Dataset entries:
- - - - -

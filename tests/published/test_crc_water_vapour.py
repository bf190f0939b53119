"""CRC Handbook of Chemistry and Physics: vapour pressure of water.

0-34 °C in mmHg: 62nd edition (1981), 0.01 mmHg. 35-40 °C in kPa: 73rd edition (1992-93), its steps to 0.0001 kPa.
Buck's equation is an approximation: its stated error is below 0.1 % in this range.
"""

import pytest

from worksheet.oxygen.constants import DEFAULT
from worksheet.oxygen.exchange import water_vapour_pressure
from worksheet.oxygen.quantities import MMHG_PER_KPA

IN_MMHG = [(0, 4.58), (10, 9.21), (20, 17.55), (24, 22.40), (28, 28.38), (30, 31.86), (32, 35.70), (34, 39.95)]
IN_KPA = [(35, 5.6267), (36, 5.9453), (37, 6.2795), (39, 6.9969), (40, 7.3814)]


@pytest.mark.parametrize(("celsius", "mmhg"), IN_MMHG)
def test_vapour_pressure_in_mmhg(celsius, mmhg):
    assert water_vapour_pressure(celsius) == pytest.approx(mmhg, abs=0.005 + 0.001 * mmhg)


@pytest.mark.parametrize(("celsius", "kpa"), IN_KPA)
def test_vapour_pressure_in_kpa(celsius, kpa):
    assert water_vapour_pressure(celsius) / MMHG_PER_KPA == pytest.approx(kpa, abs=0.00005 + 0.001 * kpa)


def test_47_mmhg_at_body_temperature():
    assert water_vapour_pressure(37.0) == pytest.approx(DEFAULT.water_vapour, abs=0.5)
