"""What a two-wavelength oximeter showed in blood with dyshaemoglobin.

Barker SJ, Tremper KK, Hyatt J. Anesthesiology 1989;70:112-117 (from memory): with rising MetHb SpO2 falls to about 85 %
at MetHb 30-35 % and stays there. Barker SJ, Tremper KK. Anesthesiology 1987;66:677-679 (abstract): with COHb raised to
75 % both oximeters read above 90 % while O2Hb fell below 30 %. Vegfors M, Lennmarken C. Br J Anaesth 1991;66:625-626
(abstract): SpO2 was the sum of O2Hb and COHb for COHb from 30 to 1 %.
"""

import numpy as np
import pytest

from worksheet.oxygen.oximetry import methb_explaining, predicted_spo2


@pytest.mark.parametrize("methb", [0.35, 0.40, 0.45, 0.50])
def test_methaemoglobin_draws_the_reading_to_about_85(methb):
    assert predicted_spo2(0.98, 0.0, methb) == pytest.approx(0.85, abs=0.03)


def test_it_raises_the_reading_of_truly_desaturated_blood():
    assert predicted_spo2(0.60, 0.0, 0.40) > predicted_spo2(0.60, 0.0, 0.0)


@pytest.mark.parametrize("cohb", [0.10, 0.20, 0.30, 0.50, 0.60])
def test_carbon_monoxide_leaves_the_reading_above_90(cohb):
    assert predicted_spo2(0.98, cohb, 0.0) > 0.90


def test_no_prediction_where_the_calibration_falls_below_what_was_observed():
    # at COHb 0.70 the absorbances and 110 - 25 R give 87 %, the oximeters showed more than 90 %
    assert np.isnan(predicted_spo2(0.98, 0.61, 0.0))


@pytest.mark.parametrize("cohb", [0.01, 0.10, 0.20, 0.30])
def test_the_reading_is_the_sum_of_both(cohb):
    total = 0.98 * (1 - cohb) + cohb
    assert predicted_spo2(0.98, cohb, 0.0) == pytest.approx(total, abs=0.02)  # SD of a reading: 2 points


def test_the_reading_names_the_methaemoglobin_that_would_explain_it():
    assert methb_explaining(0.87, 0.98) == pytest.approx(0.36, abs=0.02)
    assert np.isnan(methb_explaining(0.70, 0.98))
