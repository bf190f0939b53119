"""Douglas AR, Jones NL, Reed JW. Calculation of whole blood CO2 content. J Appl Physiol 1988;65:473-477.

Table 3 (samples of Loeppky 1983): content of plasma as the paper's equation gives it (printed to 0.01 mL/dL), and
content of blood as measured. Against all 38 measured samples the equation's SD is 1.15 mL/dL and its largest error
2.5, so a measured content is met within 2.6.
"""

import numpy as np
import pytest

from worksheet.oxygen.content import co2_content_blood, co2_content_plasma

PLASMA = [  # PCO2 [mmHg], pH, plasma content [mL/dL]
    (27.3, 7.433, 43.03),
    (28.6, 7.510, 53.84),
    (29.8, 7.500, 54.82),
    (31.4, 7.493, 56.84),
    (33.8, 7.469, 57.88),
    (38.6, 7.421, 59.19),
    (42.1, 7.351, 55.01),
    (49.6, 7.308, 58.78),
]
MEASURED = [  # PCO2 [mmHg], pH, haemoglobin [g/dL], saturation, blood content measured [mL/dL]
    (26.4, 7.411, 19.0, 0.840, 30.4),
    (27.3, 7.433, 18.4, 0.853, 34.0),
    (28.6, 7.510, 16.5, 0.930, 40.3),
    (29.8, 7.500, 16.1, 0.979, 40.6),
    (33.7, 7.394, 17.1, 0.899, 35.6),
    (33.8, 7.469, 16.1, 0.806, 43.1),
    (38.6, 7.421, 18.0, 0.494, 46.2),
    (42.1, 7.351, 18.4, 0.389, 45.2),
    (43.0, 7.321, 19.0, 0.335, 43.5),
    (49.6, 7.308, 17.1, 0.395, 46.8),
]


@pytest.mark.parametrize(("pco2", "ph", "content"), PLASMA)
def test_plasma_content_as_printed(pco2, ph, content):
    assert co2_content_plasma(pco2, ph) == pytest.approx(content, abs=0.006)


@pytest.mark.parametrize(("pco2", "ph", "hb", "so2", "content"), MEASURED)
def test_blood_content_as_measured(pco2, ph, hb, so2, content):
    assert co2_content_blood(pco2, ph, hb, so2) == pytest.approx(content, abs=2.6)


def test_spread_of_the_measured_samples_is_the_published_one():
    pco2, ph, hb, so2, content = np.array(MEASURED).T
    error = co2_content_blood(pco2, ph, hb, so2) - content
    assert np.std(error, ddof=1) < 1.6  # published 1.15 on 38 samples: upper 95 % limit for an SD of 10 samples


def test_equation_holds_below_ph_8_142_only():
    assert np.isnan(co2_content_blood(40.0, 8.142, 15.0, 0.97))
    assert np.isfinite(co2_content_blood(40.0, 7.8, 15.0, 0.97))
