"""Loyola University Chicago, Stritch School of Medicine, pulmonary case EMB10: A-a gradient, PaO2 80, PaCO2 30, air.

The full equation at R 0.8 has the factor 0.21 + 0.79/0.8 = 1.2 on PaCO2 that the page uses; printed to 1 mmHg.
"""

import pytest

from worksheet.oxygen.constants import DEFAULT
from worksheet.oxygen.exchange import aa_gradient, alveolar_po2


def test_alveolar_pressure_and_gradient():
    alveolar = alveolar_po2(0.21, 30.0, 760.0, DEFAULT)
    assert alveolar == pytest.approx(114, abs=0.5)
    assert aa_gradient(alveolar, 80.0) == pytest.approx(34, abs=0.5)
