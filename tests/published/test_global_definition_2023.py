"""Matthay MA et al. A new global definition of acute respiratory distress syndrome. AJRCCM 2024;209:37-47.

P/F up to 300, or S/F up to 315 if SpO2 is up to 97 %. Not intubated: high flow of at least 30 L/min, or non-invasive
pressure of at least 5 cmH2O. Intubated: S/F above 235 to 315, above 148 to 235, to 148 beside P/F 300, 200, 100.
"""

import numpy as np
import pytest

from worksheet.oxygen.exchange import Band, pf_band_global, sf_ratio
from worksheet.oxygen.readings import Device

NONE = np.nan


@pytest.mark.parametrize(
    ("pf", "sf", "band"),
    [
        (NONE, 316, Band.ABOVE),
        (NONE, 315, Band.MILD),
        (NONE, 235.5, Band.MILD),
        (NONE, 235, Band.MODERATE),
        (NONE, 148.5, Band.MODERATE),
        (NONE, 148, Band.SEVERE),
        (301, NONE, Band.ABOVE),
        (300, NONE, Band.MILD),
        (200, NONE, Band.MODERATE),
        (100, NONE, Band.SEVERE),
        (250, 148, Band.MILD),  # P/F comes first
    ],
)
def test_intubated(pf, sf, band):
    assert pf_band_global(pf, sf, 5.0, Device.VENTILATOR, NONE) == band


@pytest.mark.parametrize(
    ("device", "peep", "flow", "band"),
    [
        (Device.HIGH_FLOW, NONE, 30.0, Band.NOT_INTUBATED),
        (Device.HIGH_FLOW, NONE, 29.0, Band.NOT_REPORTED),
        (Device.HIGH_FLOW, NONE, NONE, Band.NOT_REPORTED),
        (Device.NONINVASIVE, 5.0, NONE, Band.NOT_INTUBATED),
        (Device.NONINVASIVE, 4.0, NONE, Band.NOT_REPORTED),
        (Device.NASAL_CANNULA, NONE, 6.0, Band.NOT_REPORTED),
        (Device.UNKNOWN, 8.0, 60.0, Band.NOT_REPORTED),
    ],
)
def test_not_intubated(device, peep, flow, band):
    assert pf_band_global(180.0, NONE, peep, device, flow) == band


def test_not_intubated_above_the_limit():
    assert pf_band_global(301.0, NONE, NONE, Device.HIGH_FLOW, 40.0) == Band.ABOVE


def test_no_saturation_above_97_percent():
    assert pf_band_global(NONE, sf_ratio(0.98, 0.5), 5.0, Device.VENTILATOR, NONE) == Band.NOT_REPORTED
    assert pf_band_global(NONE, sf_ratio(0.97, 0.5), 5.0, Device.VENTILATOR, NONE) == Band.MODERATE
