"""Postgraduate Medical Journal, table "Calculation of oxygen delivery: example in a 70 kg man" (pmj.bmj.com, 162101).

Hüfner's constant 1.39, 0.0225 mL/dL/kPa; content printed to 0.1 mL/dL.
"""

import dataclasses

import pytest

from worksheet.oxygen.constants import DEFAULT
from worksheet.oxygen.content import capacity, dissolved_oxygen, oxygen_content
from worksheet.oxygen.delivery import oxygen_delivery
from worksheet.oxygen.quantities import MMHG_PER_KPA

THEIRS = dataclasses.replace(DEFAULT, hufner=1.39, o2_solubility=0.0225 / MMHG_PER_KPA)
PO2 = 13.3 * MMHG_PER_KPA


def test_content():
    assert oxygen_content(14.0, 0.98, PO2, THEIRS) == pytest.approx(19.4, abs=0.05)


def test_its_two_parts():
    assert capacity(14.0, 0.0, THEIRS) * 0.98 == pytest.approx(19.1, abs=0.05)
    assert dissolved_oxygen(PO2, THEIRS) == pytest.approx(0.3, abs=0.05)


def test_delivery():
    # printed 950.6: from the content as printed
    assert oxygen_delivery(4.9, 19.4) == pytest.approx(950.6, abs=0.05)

- - - - -

▶ [EXERCISE]
Among the records above, find each line holding "MODERATE" and list it.

▶ [SOLUTION]
        (NONE, 235, Band.MODERATE),
        (NONE, 148.5, Band.MODERATE),
        (200, NONE, Band.MODERATE),
    assert pf_band_global(NONE, sf_ratio(0.97, 0.5), 5.0, Device.VENTILATOR, NONE) == Band.MODERATE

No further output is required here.